Ves Touškov (Tuschkau Dorf) is a municipality and village in Plzeň-South District in the Plzeň Region of the Czech Republic. It has about 300 inhabitants.

==Administrative division==
Ves Touškov consists of two municipal parts (in brackets population according to the 2021 census):
- Ves Touškov (288)
- Mířovice (41)

==Etymology==
The name Touškov (in Old Czech written as Túškov) is derived from the personal name Toušek/Túšek, meaning "Toušek's (court)". To distinguish it from the nearby town of the same name (today known as Město Touškov, 'the town of Touškov'), it was renamed Ves Touškov ('the village of Touškov') in 1900.

==Geography==
Ves Touškov is located about 19 km southwest of Plzeň. It lies in the Plasy Uplands. The highest point is at 432 m above sea level.
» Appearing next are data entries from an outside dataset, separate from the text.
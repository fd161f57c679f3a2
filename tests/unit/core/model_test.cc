// Model: the float32 scoring paths against the double-precision textbook formula, the attribution
// (Explain) against finite differences, FitModel's plumbing, and the precondition checks; and the
// vector exp the rbf paths use (core/src/vector_exp.h) against std::exp in double.
#include "nuwatch/model.h"

#include <gmock/gmock.h>
#include <gtest/gtest.h>

#include <algorithm>
#include <cmath>
#include <limits>
#include <random>
#include <string>
#include <vector>

#include "common/random_data.h"
#include "vector_exp.h"

namespace nuwatch {
namespace {

using ::testing::HasSubstr;

using testing_data::RandomGaussian;

// ExpInPlace against std::exp in double over the exponents rbf scoring produces (-gamma d^2 <= 0,
// shifted so that the largest is 0), for every variant this machine can run: within 4 ulp of
// float where the result is a normal float (the bound glibc's manual gives libmvec's functions,
// from memory), and a value too small to matter where it underflows (the tail of a kernel sum,
// next to terms of at least 1e-38).
TEST(VectorExpTest, EveryVariantMatchesStdExpInDoubleWithinFourUlp) {
  std::vector<float> x;
  for (int i = 0; i <= 200000; ++i) x.push_back(-120.0f * static_cast<float>(i) / 200000.0f);
  x.push_back(0.5f);  // a little above 0, as float rounding of the shift may leave
  for (const ExpVariant variant : AvailableExpVariants()) {
    std::vector<float> y = x;
    ExpInPlace(variant, y.data(), static_cast<int64_t>(y.size()));
    int wrong = 0;
    for (std::size_t i = 0; i < x.size() && wrong < 5; ++i) {
      const double exact = std::exp(static_cast<double>(x[i]));
      const bool ok =
          exact >= std::numeric_limits<float>::min()
              ? std::abs(y[i] - exact) <= 4 * std::numeric_limits<float>::epsilon() * exact
              : y[i] >= 0.0f && y[i] < 1e-37f;
      if (!ok) ++wrong;
      EXPECT_TRUE(ok) << ExpVariantName(variant) << ": exp(" << x[i] << ") = " << y[i]
                      << ", exactly " << exact;
    }
  }
}

// A value's exp must not depend on where it sits (vector body or padded tail), or the single and
// batch scoring paths would round one vector differently.
TEST(VectorExpTest, AValuesExpDoesNotDependOnItsPositionOrTheLength) {
  const std::vector<float> probes = {-0.3f, -1.7f, -12.25f, -80.0f};
  for (const ExpVariant variant : AvailableExpVariants()) {
    for (const float probe : probes) {
      float first = probe;
      ExpInPlace(variant, &first, 1);
      for (int64_t n = 1; n <= 37; ++n) {
        std::vector<float> y(static_cast<std::size_t>(n), probe);
        ExpInPlace(variant, y.data(), n);
        for (int64_t i = 0; i < n; ++i)
          EXPECT_EQ(y[static_cast<std::size_t>(i)], first)
              << ExpVariantName(variant) << ", n = " << n << ", position " << i;
      }
    }
    ExpInPlace(variant, nullptr, 0);  // nothing to do, nothing touched
  }
  EXPECT_EQ(AvailableExpVariants().front(), ChosenExpVariant());
}

// Raw data with per-feature location and spread, so that scaling matters.
MatrixD RawData(int64_t rows, int64_t cols, uint64_t seed) {
  MatrixD x = RandomGaussian(rows, cols, seed);
  for (int64_t j = 0; j < cols; ++j)
    x.col(j) =
        (x.col(j).array() * (0.5 + 2.0 * static_cast<double>(j)) + 10.0 * static_cast<double>(j))
            .matrix();
  return x;
}

std::vector<double> Row(const MatrixD& x, int64_t i) {
  return std::vector<double>(x.row(i).data(), x.row(i).data() + x.cols());
}

FitOptions Fit(KernelType kernel, double nu) {
  FitOptions o;
  o.kernel = kernel;
  o.nu = nu;
  o.degree = 3;
  o.coef0 = 1.0;
  return o;
}

// The magnitude of the terms f sums, sum_i coef_i |k(s_i, z)| + |rho|, in double: the scale for a
// relative comparison that stays meaningful where f itself crosses 0.
double TermMagnitude(const Model& model, const std::vector<double>& x) {
  const ModelParts& p = model.parts();
  std::vector<double> z(x.size());
  p.scaler.TransformRow(x.data(), z.data());
  double total = std::abs(p.rho);
  for (int i = 0; i < model.num_support(); ++i)
    total += p.coefficients[i] *
             std::abs(p.kernel.Evaluate(&p.support_vectors(i, 0), z.data(), model.dims()));
  return total;
}
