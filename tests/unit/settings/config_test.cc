// Tests of the TOML configuration loader. TOML itself is the TOML 1.0 specification
// (https://toml.io/en/v1.0.0), parsed by toml++; the glob semantics of [[stream]] `match` are
// POSIX fnmatch(3) with no flags (The Open Group Base Specifications, "Pattern Matching Notation").
// Expected positions in messages are counted by hand from the test texts: lines and columns are
// 1-based, a value's column is where its first character stands.
#include "settings/config.h"

#include <gmock/gmock.h>
#include <gtest/gtest.h>

#include <cctype>
#include <cstdio>
#include <fstream>
#include <set>
#include <sstream>
#include <string>

#include "common/detector_options_samples.h"
#include "settings/setting_text.h"

namespace nuwatch {
namespace {

using ::testing::HasSubstr;
using ::testing::StartsWith;

// The message of the ConfigError that ParseConfig throws for `text`; fails the test when it
// accepts the text.
std::string ErrorOf(const std::string& text) {
  try {
    ParseConfig(text, "t.toml");
  } catch (const ConfigError& error) {
    return error.what();
  }
  ADD_FAILURE() << "accepted:\n" << text;
  return "";
}

Config Parse(const std::string& text) { return ParseConfig(text, "t.toml"); }

std::string ReadText(const std::string& path) {
  std::ifstream in(path);
  std::ostringstream text;
  text << in.rdbuf();
  return text.str();
}

const std::string kSource = NUWATCH_SOURCE_DIR;

// ---------------------------------------------------------------------------------------------
// Defaults

TEST(ConfigDefaults, AreTheSpecifiedValues) {
  // The defaults the daemon's specification fixes (written out in config/REFERENCE.md).
  const Config config = DefaultConfig();
  const DaemonSettings& d = config.daemon;
  EXPECT_EQ(d.ingest_endpoints, std::vector<std::string>{"tcp://127.0.0.1:7601"});
  EXPECT_TRUE(d.subscribe_endpoints.empty());
  EXPECT_EQ(d.publish_endpoint, "tcp://127.0.0.1:7602");
  // Issue 10 §1: control on an ipc socket of the state or runtime directory by default, never
  // TCP without authentication unless the file says so.
  EXPECT_EQ(d.control_endpoint, "");
  EXPECT_FALSE(d.control_allow_unauthenticated_tcp);
  EXPECT_EQ(d.server_secret_key_file, "");
  EXPECT_EQ(d.client_keys, "");
  EXPECT_EQ(d.metrics_listen, "127.0.0.1:9464");
  EXPECT_EQ(d.state_dir, "");
  EXPECT_EQ(d.snapshot_interval_seconds, 300);
  EXPECT_EQ(d.log_level, "info");
  EXPECT_EQ(d.refit_threads, 1);
  EXPECT_EQ(d.scoring_threads, 0);
  EXPECT_EQ(d.max_streams, 1000);
  EXPECT_EQ(d.max_dims, 256);
  EXPECT_EQ(d.max_message_bytes, 4u * 1024 * 1024);
  EXPECT_EQ(d.max_vectors_per_message, 4096);
  EXPECT_EQ(d.receive_high_water_mark, 10000);
  EXPECT_EQ(d.publish_high_water_mark, 10000);
  EXPECT_EQ(d.anomaly_ratio_window, 1000);
  EXPECT_EQ(d.record_dir, "");
  EXPECT_EQ(d.record_rotate_bytes, 64u * 1024 * 1024);
  EXPECT_EQ(d.record_keep_files, 10);
  EXPECT_TRUE(d.publish_learning);
  EXPECT_TRUE(SameDetectorOptions(config.detector, DetectorOptions{}));
  EXPECT_TRUE(config.overrides.empty());
  EXPECT_EQ(config.source_path, "");
}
The stream Touškovský potok flows through the municipality.

==History==
The first written mention of Ves Touškov is from 1243. From 1290, it was owned by the Chotěšov Abbey.

==Transport==
There are no railways or major roads passing through the municipality.

==Sights==
The main landmark of Ves Touškov is the Church of Saint Margaret. It was built in the Gothic style in the second half of the 14th century. In 1846, it was rebuilt in the neo-Gothic style.